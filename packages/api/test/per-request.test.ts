import { Writable } from 'node:stream';
import { getConnectionToken } from '@nestjs/sequelize';
import express from 'express';
import request from 'supertest';
import type { Sequelize } from 'sequelize-typescript';
import { afterAll, beforeAll, describe, expect, it } from 'vitest';
import { createLogger, requestLog } from '../src/common/logging/request-log.js';
import { MemberCache } from '../src/households/member-cache.js';
import {
  Client,
  DEMO,
  onPostgres,
  sessionCookie,
  signedIn,
  startTestApp,
  type TestApp,
} from './support/test-app.js';

/** A pino destination that keeps each JSON line. */
function memoryLog() {
  const lines: Record<string, unknown>[] = [];
  const stream = new Writable({
    write(chunk: Buffer, _enc, done) {
      for (const line of chunk.toString().split('\n').filter(Boolean)) lines.push(JSON.parse(line));
      done();
    },
  });
  return { lines, stream };
}

describe('the request log line', () => {
  function appWith(level: string) {
    const log = memoryLog();
    const app = express();
    app.use(requestLog(createLogger(level, false, log.stream)));
    app.get('/api/misses/:id', (_req, res) => res.json({ ok: true }));
    app.get('/api/boom', (_req, res) => res.status(500).json({}));
    return { app, lines: log.lines };
  }

  it('is one compact line per request: method, route, status, ms and request id', async () => {
    const { app, lines } = appWith('info');
    const res = await request(app)
      .get('/api/misses/42?q=Wren')
      .set('cookie', 'workback.sid=secret')
      .expect(200);
    expect(lines).toHaveLength(1);
    const line = lines[0]!;
    expect(Object.keys(line).sort()).toEqual(
      ['level', 'method', 'ms', 'reqId', 'route', 'status', 'time'].sort(),
    );
    expect(line).toMatchObject({ level: 30, method: 'GET', route: '/api/misses/:id', status: 200 });
    expect(typeof line.ms).toBe('number');
    // The id sent back is the one logged; the URL's id and search words are not in the line.
    expect(line.reqId).toBe(res.headers['x-request-id']);
    expect(JSON.stringify(line)).not.toMatch(/misses\/42|Wren|secret/);
  });

  it('is an error line for a 5xx', async () => {
    const { app, lines } = appWith('info');
    await request(app).get('/api/boom').expect(500);
    expect(lines[0]).toMatchObject({ level: 50, route: '/api/boom', status: 500 });
  });

  it('carries the full headers only at debug, with credentials redacted', async () => {
    const { app, lines } = appWith('debug');
    await request(app)
      .get('/api/misses/7')
      .set('cookie', 'workback.sid=secret')
      .set('x-csrf-token', 'token-value')
      .set('accept-language', 'en')
      .expect(200);
    const line = lines[0] as {
      req: { headers: Record<string, string> };
      res: { headers: Record<string, string> };
    };
    expect(line.req.headers['accept-language']).toBe('en');
    expect(line.req.headers.cookie).toBe('[Redacted]');
    expect(line.req.headers['x-csrf-token']).toBe('[Redacted]');
    expect(line.res.headers['content-type']).toMatch(/json/);
    expect(JSON.stringify(line)).not.toMatch(/secret|token-value/);
  });
});

describe('per-request work of the real app', () => {
  let t: TestApp;
  let owner: Client;
  let sequelize: Sequelize;
  let wren: number;
  let milo: number;

  beforeAll(async () => {
    t = await startTestApp({ SMTP_URL: '', SIGN_IN_LIMIT_PER_MINUTE: '1000' });
    sequelize = t.app.get<Sequelize>(getConnectionToken());
    owner = await signedIn(t, DEMO.owner);
    const students = (await owner.get('/api/students').expect(200)).body.items as {
      id: number;
      name: string;
    }[];
    wren = students.find((s) => s.name === 'Wren')!.id;
    milo = students.find((s) => s.name === 'Milo')!.id;
  });
  afterAll(() => t.close());

  const seen = async (c: Client) =>
    ((await c.get('/api/students').expect(200)).body.items as { id: number }[])
      .map((s) => s.id)
      .sort();
  const tutorMember = async () =>
    (
      (await owner.get('/api/members').expect(200)).body.items as { id: number; email: string }[]
    ).find((m) => m.email === DEMO.tutor)!;

  it('keeps a member’s context between requests: a grant written past the app is not seen', async () => {
    const tutor = await signedIn(t, DEMO.tutor);
    expect(await seen(tutor)).toEqual([wren]);
    const { id } = await tutorMember();
    // Straight into the table, past the models' hooks: the cached context still holds. On
    // PostgreSQL nothing is kept (another process may have written it), so it shows at once.
    await sequelize.query(
      'INSERT INTO student_grants (membership_id, student_id, created_at) VALUES (?, ?, ?)',
      { replacements: [id, milo, new Date().toISOString()] },
    );
    try {
      expect(await seen(tutor)).toEqual(onPostgres() ? [milo, wren].sort() : [wren]);
      t.app.get(MemberCache).clear();
      expect(await seen(tutor)).toEqual([milo, wren].sort());
    } finally {
      await owner.send('patch', `/api/members/${id}`, { studentIds: [wren] }).expect(200);
    }
  });

  it('forgets the context when grants change, the role changes, or the member is removed', async () => {
    const tutor = await signedIn(t, DEMO.tutor);
    const { id } = await tutorMember();
    expect(await seen(tutor)).toEqual([wren]);

    await owner.send('patch', `/api/members/${id}`, { studentIds: [milo] }).expect(200);
    expect(await seen(tutor)).toEqual([milo]);
    await tutor.get(`/api/students/${wren}`).expect(404);

    await owner.send('patch', `/api/members/${id}`, { role: 'parent' }).expect(200);
    expect(await seen(tutor)).toEqual([milo, wren].sort());
    // A parent may list the members; a tutor may not.
    await tutor.get('/api/members').expect(200);

    await owner
      .send('patch', `/api/members/${id}`, { role: 'tutor', studentIds: [wren] })
      .expect(200);
    await tutor.get('/api/members').expect(403);
    expect(await seen(tutor)).toEqual([wren]);

    await owner.send('delete', `/api/members/${id}`).expect(204);
    await tutor.get('/api/students').expect(403);
  });

  it('answers 304 to a notebook page that has not changed, and a new ETag once it has', async () => {
    const first = await owner.get('/api/misses?page=1').expect(200);
    const etag = first.headers.etag as string;
    expect(etag).toBeTruthy();
    const again = await owner.get('/api/misses?page=1').set('if-none-match', etag).expect(304);
    expect(again.text).toBeFalsy();
    await owner
      .post('/api/misses', {
        studentId: wren,
        occurredOn: new Date().toISOString().slice(0, 10),
        problem: '52 - 17',
        answer: '45',
      })
      .expect(201);
    const changed = await owner.get('/api/misses?page=1').set('if-none-match', etag).expect(200);
    expect(changed.headers.etag).not.toBe(etag);
    expect(changed.body.total).toBe(first.body.total + 1);
  });

  it('answers a notebook page gzipped to a browser, plain otherwise, each with its own ETag', async () => {
    // A representation's encoding is part of it: each has its own validator (RFC 9110, 8.8.3).
    const plain = await owner
      .get('/api/misses?page=1')
      .set('accept-encoding', 'identity')
      .expect(200);
    expect(plain.headers['content-encoding']).toBeUndefined();
    expect(plain.headers.vary).toMatch(/accept-encoding/i);
    // superagent inflates the body, so both are compared as JSON.
    const zipped = await owner
      .get('/api/misses?page=1')
      .set('accept-encoding', 'gzip, deflate')
      .expect(200);
    expect(zipped.headers['content-encoding']).toBe('gzip');
    expect(zipped.headers['content-type']).toMatch(/^application\/json/);
    expect(zipped.headers.vary).toMatch(/accept-encoding/i);
    expect(zipped.body).toEqual(plain.body);
    expect(zipped.headers.etag).not.toBe(plain.headers.etag);
    // Each ETag is fresh for its own representation only.
    await owner
      .get('/api/misses?page=1')
      .set('accept-encoding', 'gzip')
      .set('if-none-match', zipped.headers.etag!)
      .expect(304);
    await owner
      .get('/api/misses?page=1')
      .set('accept-encoding', 'gzip;q=0, identity')
      .set('if-none-match', zipped.headers.etag!)
      .expect(200)
      .expect((res) => expect(res.headers['content-encoding']).toBeUndefined());
  });

  it('counts each finished API answer once, by its status class, for the site admin', async () => {
    const admin = await signedIn(t, DEMO.admin);
    const counts = async () =>
      (await admin.get('/api/admin/metrics').expect(200)).body.requests as Record<string, number>;
    const before = await counts();
    await t.http().get('/api/no-such-route').expect(404);
    await t.http().get('/api/health').expect(200);
    await t.http().get('/api/health').expect(200);
    const after = await counts();
    expect(after['4xx']).toBe(before['4xx']! + 1);
    // The two health checks, and the first metrics answer itself once it had been sent.
    expect(after['2xx']).toBe(before['2xx']! + 3);
    expect(after.total).toBe(before.total! + 4);
  });

  it('reads no session for /api/health, even with a session cookie', async () => {
    const res = await t.http().get('/api/health').set('cookie', owner.cookie).expect(200);
    // A session route renews the rolling cookie on every answer; health does not touch it.
    expect(sessionCookie(res.headers)).toBeUndefined();
    const api = await t.http().get('/api/misses?page=1').set('cookie', owner.cookie).expect(200);
    expect(sessionCookie(api.headers)).toBeDefined();
  });

  it('answers health with the same JSON and ETag each time, uncompressed, and a 304 for it', async () => {
    const first = await t.http().get('/api/health').set('accept-encoding', 'gzip').expect(200);
    expect(first.body).toMatchObject({ status: 'ok', version: expect.any(String) });
    expect(first.headers['content-type']).toMatch(/^application\/json/);
    expect(first.headers['content-encoding']).toBeUndefined();
    expect(first.headers['x-content-type-options']).toBe('nosniff');
    const again = await t.http().get('/api/health').expect(200);
    expect(again.text).toBe(first.text);
    expect(again.headers.etag).toBe(first.headers.etag);
    await t.http().get('/api/health').set('if-none-match', first.headers.etag!).expect(304);
    // Other answers are still compressed when asked for (a notebook page is well over 1 kB).
    const page = await owner.get('/api/misses?page=1').set('accept-encoding', 'gzip').expect(200);
    expect(page.headers['content-encoding']).toBe('gzip');
  });
});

┄┄┄┄┄┄┄┄┄┄┄┄┄┄┄┄┄┄┄┄

◆ Task requirements ◆
Going through the listing, tally each line that contains "Record", then state the total with no other text.

◆ Written reply ◆
4